Your job with the data below is to output exactly the lines from the one holding "filename tests/test_case_files.py" down to the one holding "# 3.1 mm and", both included, and no others.

[[ Information given open ]]

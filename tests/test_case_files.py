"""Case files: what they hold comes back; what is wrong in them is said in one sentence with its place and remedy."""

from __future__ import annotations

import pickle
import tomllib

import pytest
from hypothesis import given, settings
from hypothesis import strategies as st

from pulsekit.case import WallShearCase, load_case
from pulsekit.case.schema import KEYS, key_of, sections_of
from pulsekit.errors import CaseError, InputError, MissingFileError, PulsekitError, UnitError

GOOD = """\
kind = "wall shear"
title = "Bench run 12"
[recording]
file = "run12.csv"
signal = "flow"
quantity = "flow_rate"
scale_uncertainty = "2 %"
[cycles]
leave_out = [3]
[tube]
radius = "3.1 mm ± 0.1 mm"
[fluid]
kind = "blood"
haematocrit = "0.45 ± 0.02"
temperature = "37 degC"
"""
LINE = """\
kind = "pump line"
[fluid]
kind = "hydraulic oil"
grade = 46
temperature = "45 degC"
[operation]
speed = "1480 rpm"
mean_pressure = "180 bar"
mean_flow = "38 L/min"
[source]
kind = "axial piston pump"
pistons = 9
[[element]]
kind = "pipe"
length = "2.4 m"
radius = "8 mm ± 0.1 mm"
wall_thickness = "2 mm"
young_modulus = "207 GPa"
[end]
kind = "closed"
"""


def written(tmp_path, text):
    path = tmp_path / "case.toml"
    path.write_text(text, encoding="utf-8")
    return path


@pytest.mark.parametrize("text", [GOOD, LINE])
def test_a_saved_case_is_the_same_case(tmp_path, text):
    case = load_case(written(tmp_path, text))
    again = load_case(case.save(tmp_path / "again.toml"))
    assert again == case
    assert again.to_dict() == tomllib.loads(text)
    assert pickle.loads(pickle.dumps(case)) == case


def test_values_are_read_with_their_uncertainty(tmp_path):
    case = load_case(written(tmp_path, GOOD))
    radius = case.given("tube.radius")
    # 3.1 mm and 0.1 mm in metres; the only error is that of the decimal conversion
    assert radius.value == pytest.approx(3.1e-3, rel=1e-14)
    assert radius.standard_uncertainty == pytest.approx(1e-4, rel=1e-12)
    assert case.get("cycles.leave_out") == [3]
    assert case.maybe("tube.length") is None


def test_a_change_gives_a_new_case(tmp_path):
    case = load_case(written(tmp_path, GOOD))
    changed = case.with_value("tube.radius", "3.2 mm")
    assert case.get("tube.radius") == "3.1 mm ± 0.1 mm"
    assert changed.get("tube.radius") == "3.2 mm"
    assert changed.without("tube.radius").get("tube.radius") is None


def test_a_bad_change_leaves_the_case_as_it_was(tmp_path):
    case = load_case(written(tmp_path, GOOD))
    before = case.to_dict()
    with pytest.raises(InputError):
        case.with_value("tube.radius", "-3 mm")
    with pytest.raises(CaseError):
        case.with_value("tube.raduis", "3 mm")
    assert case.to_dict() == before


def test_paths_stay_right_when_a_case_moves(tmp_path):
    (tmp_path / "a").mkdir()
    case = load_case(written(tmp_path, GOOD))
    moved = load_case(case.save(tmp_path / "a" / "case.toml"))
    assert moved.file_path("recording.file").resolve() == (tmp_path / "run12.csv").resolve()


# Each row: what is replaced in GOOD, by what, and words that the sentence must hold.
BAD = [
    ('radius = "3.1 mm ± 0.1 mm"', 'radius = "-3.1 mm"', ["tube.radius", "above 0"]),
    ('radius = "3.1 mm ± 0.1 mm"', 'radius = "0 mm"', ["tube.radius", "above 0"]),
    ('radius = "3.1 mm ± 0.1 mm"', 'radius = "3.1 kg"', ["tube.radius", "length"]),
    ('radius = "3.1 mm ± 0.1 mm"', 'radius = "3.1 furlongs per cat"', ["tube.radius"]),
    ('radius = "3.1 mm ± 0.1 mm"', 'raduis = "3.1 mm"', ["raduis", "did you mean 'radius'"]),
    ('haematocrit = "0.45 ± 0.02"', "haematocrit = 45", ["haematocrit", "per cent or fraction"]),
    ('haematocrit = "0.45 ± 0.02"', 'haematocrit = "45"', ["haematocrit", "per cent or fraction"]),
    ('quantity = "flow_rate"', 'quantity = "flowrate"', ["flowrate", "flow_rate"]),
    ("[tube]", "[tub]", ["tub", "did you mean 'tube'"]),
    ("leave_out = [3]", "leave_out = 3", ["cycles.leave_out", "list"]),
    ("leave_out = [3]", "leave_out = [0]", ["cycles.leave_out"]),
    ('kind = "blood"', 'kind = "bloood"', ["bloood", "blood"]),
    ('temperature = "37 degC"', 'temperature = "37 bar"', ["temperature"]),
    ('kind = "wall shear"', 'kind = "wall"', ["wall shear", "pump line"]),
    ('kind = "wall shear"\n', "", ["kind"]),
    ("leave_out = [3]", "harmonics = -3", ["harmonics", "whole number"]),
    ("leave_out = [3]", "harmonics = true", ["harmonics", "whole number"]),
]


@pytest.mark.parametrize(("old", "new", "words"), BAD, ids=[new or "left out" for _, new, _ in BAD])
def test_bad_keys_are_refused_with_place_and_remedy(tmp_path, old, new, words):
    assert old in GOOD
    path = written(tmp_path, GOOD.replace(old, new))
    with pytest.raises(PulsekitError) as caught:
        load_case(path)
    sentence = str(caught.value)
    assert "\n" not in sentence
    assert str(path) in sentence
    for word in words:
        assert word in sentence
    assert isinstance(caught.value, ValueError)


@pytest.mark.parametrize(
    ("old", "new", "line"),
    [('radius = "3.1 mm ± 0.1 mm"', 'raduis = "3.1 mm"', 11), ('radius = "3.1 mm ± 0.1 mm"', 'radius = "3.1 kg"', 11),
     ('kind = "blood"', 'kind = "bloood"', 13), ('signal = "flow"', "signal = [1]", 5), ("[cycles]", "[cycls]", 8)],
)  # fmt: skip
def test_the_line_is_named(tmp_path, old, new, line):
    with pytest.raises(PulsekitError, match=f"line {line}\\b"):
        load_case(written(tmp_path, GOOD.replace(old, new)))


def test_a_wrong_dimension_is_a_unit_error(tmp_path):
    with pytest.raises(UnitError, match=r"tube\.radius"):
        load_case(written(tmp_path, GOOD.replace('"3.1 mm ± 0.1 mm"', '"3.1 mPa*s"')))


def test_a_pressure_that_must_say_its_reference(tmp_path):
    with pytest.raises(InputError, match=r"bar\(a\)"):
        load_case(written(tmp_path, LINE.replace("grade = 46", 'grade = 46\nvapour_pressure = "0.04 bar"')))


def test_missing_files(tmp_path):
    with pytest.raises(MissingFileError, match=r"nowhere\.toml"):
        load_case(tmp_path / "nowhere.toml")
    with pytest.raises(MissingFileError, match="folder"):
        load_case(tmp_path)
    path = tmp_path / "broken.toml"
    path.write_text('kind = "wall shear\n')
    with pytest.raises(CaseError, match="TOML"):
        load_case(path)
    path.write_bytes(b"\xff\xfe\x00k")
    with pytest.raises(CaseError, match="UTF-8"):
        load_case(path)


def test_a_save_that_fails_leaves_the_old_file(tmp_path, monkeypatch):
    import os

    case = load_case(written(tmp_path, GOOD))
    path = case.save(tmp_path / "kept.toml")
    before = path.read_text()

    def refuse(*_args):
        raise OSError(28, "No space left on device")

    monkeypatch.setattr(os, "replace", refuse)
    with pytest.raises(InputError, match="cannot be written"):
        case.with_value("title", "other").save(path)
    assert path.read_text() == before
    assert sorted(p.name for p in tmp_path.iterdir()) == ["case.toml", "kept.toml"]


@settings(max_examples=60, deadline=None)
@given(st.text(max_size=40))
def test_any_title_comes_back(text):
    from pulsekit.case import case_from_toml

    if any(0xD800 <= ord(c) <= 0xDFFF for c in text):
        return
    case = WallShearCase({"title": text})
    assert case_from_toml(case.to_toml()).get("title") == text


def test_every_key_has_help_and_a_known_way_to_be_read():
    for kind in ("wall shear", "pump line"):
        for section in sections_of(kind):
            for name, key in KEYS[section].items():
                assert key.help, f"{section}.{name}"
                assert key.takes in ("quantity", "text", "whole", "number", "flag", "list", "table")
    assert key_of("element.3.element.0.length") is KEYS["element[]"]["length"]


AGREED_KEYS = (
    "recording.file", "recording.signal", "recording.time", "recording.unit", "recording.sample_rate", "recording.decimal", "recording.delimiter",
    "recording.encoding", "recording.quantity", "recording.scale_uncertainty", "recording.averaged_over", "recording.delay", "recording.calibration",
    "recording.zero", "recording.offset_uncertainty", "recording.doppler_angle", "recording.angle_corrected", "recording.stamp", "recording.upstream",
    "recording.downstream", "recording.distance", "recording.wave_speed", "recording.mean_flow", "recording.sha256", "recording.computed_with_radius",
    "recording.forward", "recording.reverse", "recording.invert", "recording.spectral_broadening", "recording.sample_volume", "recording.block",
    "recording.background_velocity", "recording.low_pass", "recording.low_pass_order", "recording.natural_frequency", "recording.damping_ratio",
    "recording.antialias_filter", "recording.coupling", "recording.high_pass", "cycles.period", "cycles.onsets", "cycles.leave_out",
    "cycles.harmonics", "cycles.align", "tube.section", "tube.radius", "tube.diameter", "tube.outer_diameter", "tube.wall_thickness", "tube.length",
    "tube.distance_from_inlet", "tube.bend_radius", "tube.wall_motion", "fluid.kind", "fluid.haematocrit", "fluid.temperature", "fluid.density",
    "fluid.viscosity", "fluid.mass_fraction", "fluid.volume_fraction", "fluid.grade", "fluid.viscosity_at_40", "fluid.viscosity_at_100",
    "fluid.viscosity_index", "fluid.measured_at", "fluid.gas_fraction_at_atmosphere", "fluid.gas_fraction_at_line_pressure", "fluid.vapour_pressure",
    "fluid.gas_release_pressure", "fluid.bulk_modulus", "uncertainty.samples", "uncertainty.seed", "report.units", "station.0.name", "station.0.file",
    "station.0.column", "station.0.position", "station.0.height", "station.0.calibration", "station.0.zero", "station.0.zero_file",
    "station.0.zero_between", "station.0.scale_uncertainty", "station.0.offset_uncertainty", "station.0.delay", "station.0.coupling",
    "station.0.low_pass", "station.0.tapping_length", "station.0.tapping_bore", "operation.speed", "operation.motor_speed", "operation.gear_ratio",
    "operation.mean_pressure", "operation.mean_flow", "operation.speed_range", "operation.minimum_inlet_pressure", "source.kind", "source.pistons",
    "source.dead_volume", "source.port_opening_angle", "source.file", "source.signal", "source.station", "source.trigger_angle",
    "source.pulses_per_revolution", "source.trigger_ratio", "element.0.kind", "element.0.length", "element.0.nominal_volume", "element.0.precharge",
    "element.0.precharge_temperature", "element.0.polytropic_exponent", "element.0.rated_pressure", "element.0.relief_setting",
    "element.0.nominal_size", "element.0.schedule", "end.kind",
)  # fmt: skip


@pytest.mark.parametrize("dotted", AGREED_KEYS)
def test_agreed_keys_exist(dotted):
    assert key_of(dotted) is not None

[[ Information given closed ]]
[[ Information given open ]]

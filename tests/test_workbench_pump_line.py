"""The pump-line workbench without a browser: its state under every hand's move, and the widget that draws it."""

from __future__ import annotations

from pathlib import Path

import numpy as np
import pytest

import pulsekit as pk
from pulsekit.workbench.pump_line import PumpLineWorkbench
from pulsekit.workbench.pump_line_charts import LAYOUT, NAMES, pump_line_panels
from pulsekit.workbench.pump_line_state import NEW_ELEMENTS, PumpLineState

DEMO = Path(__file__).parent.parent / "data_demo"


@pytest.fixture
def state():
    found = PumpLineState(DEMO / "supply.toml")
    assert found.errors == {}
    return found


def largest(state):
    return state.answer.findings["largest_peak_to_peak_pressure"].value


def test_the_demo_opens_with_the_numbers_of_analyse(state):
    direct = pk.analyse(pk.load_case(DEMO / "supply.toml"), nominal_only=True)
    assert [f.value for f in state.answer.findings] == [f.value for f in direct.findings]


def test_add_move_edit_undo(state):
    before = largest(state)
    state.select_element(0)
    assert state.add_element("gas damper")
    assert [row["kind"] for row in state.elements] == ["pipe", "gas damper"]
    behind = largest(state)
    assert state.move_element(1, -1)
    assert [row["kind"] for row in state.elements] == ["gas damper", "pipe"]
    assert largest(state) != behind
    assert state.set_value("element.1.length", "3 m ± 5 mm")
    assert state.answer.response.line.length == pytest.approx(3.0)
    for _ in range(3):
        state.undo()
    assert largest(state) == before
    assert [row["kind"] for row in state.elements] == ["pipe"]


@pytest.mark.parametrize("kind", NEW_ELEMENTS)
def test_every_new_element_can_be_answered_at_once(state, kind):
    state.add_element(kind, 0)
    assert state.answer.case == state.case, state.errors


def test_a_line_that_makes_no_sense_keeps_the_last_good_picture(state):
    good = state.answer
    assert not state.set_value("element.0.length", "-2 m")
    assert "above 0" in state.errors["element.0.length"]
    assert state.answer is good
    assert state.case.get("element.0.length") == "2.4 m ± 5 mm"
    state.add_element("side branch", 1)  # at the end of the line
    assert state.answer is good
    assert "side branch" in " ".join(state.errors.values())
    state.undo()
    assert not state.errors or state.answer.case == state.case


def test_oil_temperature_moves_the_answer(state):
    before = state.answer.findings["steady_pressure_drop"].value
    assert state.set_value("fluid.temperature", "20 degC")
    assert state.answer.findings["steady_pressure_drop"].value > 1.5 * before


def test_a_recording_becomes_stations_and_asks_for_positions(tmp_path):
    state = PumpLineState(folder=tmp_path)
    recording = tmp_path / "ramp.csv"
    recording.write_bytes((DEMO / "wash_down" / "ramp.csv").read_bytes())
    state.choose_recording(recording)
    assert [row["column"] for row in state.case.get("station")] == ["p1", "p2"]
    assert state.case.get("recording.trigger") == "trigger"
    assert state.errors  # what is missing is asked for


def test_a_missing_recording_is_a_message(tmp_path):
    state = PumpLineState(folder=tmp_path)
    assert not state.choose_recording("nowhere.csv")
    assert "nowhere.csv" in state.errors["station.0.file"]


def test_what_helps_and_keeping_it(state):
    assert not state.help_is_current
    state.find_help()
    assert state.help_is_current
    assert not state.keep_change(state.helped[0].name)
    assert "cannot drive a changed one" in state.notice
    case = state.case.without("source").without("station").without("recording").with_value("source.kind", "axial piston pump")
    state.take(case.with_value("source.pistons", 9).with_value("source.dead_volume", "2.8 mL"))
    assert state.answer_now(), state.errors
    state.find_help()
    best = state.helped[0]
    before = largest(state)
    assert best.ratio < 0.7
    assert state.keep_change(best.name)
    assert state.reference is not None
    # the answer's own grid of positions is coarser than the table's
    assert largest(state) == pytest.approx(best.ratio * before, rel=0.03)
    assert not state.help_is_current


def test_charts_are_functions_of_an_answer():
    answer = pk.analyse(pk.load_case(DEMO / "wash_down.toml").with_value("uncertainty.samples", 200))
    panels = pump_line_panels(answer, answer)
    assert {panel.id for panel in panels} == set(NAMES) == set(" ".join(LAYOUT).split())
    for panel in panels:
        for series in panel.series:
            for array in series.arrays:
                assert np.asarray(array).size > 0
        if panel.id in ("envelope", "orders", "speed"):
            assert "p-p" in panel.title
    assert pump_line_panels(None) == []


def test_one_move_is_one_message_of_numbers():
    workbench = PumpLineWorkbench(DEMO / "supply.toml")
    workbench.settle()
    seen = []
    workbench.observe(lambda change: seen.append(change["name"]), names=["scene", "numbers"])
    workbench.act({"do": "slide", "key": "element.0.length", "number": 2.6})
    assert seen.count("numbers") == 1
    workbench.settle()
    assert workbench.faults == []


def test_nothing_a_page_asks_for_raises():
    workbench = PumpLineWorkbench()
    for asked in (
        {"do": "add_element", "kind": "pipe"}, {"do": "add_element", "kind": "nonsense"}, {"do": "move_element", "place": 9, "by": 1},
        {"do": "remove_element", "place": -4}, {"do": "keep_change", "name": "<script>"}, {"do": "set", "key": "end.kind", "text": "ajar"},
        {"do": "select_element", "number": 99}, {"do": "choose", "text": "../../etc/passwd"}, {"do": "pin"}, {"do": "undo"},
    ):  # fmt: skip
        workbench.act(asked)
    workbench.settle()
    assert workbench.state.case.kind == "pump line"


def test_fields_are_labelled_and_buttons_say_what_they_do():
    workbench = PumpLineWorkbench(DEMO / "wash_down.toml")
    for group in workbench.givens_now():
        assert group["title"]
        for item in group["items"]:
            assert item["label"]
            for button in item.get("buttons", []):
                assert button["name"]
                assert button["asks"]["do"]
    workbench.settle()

[[ Information given closed ]]

Task result:
filename tests/test_case_files.py
"""Case files: what they hold comes back; what is wrong in them is said in one sentence with its place and remedy."""

from __future__ import annotations

import pickle
import tomllib

import pytest
from hypothesis import given, settings
from hypothesis import strategies as st

from pulsekit.case import WallShearCase, load_case
from pulsekit.case.schema import KEYS, key_of, sections_of
from pulsekit.errors import CaseError, InputError, MissingFileError, PulsekitError, UnitError

GOOD = """\
kind = "wall shear"
title = "Bench run 12"
[recording]
file = "run12.csv"
signal = "flow"
quantity = "flow_rate"
scale_uncertainty = "2 %"
[cycles]
leave_out = [3]
[tube]
radius = "3.1 mm ± 0.1 mm"
[fluid]
kind = "blood"
haematocrit = "0.45 ± 0.02"
temperature = "37 degC"
"""
LINE = """\
kind = "pump line"
[fluid]
kind = "hydraulic oil"
grade = 46
temperature = "45 degC"
[operation]
speed = "1480 rpm"
mean_pressure = "180 bar"
mean_flow = "38 L/min"
[source]
kind = "axial piston pump"
pistons = 9
[[element]]
kind = "pipe"
length = "2.4 m"
radius = "8 mm ± 0.1 mm"
wall_thickness = "2 mm"
young_modulus = "207 GPa"
[end]
kind = "closed"
"""


def written(tmp_path, text):
    path = tmp_path / "case.toml"
    path.write_text(text, encoding="utf-8")
    return path


@pytest.mark.parametrize("text", [GOOD, LINE])
def test_a_saved_case_is_the_same_case(tmp_path, text):
    case = load_case(written(tmp_path, text))
    again = load_case(case.save(tmp_path / "again.toml"))
    assert again == case
    assert again.to_dict() == tomllib.loads(text)
    assert pickle.loads(pickle.dumps(case)) == case


def test_values_are_read_with_their_uncertainty(tmp_path):
    case = load_case(written(tmp_path, GOOD))
    radius = case.given("tube.radius")
    # 3.1 mm and 0.1 mm in metres; the only error is that of the decimal conversion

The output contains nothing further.